* DESCRIPTION OF THE TASK:
Using the data below, copy every line that contains the word "ValidateOptions".
[EXTRACTED MATERIAL]
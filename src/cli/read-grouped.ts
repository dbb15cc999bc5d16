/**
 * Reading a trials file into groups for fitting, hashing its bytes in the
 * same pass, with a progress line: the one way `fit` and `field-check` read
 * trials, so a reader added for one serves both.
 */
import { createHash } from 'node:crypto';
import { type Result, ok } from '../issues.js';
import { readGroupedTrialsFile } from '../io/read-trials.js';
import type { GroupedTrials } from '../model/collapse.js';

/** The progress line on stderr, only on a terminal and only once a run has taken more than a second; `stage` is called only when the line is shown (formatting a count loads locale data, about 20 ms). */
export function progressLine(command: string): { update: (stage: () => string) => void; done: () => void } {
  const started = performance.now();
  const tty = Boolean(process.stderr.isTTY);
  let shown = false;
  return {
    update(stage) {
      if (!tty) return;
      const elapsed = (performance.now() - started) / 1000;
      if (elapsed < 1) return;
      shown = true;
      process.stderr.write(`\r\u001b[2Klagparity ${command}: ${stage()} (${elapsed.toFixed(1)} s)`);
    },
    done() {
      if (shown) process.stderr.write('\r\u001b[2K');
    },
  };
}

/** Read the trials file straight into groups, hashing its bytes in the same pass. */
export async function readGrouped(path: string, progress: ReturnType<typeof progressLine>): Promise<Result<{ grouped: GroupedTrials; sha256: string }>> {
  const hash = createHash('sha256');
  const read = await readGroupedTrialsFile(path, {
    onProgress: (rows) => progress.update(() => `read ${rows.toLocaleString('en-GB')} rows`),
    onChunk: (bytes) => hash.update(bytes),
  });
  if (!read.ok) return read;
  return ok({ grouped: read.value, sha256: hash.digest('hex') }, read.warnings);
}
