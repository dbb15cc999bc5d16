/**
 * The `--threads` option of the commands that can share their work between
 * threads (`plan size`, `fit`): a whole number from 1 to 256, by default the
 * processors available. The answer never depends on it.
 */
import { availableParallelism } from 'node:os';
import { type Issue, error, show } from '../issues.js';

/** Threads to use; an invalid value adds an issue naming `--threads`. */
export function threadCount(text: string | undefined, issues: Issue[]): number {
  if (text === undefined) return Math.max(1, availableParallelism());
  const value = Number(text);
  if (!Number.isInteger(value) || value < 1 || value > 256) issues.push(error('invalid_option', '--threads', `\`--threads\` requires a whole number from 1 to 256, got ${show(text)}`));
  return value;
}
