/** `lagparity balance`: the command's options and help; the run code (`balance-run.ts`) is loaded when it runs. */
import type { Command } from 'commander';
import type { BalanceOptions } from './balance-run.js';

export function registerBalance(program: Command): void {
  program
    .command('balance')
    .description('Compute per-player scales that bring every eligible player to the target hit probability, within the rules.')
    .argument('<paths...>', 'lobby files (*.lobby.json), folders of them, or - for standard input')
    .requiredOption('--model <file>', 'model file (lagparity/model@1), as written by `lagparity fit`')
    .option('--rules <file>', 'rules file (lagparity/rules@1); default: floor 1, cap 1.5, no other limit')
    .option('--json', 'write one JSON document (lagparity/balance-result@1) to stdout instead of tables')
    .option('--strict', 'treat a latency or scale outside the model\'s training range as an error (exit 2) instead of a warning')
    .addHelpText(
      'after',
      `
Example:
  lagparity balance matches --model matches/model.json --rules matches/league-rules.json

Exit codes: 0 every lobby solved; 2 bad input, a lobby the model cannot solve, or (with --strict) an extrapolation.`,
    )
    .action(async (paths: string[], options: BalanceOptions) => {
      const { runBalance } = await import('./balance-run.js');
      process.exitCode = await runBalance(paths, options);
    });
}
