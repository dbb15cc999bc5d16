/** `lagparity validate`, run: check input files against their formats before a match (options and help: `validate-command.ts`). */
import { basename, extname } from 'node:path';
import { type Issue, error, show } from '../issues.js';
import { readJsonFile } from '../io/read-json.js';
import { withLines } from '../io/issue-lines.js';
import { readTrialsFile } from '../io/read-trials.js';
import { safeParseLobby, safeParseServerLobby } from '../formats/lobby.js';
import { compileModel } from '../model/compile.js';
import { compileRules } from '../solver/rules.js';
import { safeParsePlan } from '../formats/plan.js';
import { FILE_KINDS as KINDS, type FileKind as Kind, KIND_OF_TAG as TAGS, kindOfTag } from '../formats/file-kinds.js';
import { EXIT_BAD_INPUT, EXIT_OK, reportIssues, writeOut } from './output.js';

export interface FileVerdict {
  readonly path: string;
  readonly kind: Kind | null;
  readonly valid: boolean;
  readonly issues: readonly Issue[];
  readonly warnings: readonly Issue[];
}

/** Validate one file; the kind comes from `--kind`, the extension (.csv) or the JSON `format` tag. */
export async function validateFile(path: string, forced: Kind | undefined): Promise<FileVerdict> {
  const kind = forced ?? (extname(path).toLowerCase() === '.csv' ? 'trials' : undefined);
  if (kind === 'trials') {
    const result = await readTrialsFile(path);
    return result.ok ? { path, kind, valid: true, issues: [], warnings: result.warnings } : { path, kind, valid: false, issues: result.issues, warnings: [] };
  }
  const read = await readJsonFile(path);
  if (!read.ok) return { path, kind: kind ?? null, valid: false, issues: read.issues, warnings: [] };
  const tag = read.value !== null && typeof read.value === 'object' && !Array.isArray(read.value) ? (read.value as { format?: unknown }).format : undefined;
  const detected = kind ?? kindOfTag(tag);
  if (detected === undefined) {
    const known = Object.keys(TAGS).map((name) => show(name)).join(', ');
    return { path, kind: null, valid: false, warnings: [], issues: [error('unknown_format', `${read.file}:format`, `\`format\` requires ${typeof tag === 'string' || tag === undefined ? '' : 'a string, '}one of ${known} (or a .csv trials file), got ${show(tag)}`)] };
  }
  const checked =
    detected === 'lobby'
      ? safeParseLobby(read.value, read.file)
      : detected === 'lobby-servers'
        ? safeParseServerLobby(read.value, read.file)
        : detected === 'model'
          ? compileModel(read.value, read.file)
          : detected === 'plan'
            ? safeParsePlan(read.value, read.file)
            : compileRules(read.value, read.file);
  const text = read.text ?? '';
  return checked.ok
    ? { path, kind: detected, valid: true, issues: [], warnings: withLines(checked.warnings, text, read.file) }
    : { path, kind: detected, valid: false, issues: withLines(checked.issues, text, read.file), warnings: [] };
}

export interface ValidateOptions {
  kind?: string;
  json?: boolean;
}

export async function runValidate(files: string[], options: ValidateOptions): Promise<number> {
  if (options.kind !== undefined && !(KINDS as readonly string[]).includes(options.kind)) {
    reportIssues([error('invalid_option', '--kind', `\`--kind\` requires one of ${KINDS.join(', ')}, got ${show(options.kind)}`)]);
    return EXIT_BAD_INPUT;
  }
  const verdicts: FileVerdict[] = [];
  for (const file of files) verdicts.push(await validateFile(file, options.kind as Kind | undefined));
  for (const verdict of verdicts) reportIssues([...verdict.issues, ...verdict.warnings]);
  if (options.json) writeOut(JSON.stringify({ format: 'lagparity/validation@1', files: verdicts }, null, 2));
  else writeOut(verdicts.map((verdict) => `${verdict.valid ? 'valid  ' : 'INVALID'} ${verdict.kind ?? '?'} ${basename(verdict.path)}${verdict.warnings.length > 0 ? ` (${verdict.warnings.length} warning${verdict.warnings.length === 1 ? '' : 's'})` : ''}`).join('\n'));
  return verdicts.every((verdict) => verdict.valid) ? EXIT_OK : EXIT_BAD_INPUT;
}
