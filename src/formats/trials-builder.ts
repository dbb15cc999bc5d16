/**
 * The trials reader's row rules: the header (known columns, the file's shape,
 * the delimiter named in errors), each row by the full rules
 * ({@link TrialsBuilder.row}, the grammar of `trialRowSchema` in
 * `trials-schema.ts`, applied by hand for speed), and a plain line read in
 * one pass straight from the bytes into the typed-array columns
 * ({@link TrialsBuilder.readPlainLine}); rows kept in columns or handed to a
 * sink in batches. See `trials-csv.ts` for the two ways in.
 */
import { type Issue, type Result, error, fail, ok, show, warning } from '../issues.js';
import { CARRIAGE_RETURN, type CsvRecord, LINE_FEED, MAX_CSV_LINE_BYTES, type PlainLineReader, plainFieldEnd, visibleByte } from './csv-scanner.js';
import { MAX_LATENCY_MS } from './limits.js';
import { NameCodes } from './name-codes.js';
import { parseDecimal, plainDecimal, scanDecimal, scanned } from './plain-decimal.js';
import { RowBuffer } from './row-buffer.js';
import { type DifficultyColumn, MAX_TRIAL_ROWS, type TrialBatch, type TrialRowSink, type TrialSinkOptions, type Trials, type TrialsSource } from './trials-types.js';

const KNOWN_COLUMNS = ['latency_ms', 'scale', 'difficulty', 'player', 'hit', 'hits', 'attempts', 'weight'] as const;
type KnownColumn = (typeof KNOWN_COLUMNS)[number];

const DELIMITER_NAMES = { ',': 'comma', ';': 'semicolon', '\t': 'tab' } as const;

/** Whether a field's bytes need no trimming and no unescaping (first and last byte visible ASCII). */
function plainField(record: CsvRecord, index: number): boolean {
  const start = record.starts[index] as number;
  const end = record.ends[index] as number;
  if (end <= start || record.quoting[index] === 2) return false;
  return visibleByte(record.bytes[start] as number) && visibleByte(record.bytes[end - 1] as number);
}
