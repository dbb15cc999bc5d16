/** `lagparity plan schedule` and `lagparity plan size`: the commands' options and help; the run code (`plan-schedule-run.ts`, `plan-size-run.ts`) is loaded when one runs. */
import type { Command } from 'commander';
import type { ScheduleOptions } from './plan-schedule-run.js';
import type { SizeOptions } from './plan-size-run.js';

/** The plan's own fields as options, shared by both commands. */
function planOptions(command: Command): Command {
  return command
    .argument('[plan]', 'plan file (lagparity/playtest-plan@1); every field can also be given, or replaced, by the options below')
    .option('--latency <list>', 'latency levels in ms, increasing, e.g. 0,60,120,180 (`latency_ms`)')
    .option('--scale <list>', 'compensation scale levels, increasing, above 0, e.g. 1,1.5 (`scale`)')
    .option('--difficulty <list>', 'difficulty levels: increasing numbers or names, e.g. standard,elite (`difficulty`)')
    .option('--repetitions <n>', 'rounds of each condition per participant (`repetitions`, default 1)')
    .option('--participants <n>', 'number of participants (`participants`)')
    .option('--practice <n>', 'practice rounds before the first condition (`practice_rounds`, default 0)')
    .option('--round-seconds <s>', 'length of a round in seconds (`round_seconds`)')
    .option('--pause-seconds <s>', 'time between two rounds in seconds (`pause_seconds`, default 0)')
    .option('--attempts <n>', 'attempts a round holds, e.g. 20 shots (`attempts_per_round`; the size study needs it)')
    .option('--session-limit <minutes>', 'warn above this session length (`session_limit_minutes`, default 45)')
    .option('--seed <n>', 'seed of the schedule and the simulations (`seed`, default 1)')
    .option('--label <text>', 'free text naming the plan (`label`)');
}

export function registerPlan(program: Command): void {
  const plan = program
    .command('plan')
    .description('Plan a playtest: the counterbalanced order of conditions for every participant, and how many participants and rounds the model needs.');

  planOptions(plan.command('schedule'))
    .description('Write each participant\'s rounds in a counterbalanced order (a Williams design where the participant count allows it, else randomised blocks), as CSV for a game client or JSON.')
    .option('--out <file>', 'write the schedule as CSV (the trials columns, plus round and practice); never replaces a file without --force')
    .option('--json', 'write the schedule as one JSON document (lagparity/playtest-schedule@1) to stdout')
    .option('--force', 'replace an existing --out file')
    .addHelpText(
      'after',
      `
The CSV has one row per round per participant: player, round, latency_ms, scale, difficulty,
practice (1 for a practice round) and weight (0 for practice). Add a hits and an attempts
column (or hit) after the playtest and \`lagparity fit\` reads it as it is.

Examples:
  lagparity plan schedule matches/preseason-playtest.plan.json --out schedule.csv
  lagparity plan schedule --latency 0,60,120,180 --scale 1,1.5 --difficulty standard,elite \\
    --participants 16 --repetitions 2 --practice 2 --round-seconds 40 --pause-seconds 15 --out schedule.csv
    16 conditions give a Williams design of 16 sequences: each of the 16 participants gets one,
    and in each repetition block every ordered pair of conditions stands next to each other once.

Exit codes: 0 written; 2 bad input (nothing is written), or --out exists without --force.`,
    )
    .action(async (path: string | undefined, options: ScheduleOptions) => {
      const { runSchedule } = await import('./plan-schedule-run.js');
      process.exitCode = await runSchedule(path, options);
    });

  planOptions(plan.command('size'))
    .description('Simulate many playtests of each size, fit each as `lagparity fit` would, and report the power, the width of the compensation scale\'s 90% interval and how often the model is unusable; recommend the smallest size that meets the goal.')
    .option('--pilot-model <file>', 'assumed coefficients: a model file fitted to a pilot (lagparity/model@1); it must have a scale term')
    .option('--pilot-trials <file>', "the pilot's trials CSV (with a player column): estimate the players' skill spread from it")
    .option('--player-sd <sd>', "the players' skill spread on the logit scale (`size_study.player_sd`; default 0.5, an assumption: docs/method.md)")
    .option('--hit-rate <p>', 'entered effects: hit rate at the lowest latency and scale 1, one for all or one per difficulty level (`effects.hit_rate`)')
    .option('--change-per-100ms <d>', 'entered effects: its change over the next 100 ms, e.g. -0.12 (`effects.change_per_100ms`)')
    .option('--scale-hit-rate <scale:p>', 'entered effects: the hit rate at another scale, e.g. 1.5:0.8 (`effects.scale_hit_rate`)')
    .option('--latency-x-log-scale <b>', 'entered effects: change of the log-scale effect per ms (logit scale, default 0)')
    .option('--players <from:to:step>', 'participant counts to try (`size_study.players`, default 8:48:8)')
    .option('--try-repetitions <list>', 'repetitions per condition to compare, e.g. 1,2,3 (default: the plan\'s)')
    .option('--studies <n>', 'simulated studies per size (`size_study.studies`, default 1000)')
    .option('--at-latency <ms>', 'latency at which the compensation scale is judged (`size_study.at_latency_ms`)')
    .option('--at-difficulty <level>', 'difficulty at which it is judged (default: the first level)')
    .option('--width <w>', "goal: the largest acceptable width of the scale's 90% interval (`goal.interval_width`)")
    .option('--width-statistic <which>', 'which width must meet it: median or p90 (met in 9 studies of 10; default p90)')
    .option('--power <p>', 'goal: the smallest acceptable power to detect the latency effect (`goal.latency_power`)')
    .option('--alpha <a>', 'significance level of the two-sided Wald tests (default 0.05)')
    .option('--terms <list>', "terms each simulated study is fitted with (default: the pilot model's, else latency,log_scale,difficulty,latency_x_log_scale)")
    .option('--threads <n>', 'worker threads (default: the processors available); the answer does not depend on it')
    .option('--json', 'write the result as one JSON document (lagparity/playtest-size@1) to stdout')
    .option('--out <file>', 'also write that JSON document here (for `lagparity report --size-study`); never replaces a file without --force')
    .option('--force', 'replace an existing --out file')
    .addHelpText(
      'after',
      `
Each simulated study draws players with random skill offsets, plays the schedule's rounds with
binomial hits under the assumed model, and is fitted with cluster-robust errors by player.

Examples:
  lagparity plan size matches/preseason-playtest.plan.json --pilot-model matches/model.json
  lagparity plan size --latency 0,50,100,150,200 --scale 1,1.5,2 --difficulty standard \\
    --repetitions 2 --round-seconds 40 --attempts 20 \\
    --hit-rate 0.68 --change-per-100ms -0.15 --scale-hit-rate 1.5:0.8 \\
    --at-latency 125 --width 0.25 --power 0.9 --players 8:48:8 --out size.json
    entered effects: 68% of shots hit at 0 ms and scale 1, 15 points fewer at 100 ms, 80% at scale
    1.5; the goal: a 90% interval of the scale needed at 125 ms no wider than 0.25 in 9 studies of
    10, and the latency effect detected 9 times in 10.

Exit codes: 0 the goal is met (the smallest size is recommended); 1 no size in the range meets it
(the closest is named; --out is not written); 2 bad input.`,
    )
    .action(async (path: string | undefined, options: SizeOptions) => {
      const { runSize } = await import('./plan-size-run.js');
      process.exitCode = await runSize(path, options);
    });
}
[/EXTRACTED MATERIAL]
* EXERCISE OUTPUT:
export interface ValidateOptions {
export async function runValidate(files: string[], options: ValidateOptions): Promise<number> {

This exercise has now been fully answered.